> _Material for this task_:
[Start of section]
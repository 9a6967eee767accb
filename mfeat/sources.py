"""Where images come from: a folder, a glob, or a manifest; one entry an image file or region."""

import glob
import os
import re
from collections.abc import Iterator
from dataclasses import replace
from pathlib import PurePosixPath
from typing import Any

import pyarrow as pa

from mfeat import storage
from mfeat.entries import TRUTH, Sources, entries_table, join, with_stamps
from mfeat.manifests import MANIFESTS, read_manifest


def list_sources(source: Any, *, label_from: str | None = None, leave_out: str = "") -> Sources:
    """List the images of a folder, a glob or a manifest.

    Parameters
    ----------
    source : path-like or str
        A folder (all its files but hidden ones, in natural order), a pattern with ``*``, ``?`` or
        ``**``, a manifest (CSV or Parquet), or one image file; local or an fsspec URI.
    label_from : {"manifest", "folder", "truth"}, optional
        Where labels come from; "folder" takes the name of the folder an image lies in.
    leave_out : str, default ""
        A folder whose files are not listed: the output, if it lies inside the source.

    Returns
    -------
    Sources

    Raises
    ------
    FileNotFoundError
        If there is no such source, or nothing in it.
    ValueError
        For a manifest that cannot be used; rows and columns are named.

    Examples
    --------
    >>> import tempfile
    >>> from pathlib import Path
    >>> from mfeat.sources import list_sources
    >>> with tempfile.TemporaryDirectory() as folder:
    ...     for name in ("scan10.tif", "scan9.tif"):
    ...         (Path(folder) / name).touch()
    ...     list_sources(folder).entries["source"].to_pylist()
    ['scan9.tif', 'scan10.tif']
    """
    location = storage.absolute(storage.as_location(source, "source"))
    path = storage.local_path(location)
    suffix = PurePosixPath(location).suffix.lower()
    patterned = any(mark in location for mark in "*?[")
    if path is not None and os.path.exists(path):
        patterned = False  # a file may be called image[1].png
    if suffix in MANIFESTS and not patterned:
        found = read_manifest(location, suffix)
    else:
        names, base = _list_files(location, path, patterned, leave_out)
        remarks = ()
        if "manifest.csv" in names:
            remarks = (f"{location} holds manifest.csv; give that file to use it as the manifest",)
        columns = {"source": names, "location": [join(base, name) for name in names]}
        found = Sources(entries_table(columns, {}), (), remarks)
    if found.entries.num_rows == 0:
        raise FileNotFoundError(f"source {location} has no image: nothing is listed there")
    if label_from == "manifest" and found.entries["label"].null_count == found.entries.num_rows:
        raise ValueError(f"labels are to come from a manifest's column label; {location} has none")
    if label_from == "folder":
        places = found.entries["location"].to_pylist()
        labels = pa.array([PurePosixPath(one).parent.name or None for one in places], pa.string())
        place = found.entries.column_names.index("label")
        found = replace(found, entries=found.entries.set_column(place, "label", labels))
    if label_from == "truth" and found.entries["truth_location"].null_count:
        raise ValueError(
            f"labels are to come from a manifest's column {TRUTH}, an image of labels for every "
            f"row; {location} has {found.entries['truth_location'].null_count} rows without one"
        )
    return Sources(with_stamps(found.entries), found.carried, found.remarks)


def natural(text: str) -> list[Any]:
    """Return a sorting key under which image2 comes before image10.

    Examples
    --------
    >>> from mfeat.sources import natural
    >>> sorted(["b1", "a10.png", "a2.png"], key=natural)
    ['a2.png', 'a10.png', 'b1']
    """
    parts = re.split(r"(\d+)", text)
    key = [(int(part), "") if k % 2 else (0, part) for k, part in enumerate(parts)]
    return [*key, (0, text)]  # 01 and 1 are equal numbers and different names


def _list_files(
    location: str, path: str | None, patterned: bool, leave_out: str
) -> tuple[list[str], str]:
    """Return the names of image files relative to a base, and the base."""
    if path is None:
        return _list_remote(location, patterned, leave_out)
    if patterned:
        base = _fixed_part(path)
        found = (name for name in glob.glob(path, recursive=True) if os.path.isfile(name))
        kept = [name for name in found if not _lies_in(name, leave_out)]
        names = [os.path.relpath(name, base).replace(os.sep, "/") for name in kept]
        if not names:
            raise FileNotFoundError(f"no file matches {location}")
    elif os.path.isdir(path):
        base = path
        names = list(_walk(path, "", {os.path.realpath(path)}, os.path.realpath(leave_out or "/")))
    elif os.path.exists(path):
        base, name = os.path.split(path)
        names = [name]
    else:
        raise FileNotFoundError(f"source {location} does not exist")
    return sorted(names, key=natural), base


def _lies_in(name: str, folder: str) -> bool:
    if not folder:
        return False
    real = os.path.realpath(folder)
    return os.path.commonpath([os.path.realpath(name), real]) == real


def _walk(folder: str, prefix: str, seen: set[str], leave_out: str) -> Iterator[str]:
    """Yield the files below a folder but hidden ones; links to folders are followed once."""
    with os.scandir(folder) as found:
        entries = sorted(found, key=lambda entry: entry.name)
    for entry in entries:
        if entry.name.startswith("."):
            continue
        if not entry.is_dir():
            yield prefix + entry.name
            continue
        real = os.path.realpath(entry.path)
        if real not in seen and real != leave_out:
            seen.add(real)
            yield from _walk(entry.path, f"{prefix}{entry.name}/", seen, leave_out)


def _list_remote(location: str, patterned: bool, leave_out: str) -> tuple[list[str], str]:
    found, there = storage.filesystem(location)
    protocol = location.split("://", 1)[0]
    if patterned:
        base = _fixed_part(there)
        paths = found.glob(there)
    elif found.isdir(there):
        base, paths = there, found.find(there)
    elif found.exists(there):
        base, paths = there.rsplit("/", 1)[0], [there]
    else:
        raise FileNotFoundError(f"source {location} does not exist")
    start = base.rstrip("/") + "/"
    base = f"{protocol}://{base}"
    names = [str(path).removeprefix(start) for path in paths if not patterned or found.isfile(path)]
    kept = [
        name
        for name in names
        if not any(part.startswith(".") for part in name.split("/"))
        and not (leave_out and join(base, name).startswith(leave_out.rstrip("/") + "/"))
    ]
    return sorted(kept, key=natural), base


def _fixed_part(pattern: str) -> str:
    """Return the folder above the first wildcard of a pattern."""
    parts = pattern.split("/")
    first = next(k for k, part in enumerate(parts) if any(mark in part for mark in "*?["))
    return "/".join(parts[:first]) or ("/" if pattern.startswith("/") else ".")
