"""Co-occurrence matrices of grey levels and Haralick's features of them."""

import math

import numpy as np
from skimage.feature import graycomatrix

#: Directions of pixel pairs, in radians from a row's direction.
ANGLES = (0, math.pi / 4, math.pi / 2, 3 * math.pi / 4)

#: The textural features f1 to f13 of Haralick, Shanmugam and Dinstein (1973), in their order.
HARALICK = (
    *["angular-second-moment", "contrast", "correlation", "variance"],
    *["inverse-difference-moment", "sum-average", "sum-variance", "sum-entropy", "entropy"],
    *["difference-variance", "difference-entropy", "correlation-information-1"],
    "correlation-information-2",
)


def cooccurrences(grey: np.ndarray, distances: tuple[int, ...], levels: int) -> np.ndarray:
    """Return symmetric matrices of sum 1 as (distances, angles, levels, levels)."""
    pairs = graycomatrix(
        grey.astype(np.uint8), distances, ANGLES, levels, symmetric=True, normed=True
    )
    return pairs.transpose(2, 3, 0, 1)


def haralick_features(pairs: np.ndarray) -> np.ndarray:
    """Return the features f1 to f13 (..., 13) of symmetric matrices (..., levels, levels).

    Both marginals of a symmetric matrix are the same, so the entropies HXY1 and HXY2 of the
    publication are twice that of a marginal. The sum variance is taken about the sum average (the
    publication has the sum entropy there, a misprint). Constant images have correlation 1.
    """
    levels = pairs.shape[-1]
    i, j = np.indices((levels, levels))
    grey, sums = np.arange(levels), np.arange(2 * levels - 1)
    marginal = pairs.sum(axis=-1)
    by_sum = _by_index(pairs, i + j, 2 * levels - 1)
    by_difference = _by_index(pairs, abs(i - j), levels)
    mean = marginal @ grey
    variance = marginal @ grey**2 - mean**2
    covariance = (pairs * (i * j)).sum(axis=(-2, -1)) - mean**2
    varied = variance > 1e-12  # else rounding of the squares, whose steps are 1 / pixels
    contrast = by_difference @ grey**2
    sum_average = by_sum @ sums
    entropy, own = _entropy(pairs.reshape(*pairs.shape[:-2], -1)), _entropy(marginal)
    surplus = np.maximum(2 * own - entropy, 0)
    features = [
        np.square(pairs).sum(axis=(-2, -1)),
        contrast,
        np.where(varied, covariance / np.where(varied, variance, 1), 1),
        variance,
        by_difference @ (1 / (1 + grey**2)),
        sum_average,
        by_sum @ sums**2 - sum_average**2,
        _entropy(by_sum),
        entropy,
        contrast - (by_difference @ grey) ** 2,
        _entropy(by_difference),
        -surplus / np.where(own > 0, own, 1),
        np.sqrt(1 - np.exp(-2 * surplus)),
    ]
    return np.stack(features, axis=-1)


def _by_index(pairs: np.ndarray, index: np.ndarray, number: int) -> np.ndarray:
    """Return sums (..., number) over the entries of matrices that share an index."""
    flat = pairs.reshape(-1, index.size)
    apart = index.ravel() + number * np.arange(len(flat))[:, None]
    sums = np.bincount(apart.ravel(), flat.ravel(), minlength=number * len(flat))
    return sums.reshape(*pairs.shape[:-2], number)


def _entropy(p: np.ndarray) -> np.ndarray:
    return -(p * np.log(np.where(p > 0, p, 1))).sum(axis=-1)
[End of section]
[Start of section]
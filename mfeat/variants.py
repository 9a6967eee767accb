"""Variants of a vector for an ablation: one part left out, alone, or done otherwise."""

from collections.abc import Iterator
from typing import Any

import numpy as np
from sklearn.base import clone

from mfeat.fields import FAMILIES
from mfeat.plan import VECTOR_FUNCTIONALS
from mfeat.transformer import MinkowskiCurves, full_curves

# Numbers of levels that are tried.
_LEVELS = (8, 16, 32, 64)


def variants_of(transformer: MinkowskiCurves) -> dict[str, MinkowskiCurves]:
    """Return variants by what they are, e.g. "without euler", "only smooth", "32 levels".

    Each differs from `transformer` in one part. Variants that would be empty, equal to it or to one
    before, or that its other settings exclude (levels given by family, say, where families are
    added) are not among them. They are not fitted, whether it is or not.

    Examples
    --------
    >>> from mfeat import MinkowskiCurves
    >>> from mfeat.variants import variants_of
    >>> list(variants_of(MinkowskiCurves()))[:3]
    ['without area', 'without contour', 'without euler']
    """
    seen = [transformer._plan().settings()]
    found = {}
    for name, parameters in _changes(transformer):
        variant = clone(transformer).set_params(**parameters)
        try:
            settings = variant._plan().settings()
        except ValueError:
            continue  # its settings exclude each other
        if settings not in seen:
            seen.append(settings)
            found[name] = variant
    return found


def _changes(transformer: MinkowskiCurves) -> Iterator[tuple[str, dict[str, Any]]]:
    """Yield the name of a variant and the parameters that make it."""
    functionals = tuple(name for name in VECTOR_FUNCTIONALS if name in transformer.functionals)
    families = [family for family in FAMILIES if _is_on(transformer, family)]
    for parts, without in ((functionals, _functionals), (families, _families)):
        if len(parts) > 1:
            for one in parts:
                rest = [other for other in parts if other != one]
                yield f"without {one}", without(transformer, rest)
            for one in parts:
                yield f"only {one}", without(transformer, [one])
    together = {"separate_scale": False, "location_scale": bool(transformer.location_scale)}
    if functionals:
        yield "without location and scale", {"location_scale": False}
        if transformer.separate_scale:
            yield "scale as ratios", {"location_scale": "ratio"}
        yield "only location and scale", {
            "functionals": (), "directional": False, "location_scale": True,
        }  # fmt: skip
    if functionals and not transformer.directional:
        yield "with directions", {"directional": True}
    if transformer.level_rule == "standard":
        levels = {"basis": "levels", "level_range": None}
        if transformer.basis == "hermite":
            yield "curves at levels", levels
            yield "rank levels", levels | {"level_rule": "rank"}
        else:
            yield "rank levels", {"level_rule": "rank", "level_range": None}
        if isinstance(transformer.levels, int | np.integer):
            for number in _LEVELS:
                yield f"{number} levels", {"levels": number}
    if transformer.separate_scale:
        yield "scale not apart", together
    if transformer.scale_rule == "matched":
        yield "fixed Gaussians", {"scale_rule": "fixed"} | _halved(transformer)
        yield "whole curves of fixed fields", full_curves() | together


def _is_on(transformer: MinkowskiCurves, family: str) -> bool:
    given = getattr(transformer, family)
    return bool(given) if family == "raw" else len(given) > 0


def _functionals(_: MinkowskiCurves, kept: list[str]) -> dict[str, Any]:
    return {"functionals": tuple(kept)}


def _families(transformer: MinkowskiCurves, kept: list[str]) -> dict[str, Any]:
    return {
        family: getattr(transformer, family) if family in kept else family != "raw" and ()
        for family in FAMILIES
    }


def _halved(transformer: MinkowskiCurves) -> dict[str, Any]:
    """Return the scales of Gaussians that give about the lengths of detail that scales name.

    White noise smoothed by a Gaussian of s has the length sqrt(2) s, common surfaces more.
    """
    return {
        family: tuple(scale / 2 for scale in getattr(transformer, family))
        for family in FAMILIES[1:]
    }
[End of section]
> _Task brief_: Scan the data above for the word "them". Copy every line in which it is found.

> _Answer section_:
"""Co-occurrence matrices of grey levels and Haralick's features of them."""
    added) are not among them. They are not fitted, whether it is or not.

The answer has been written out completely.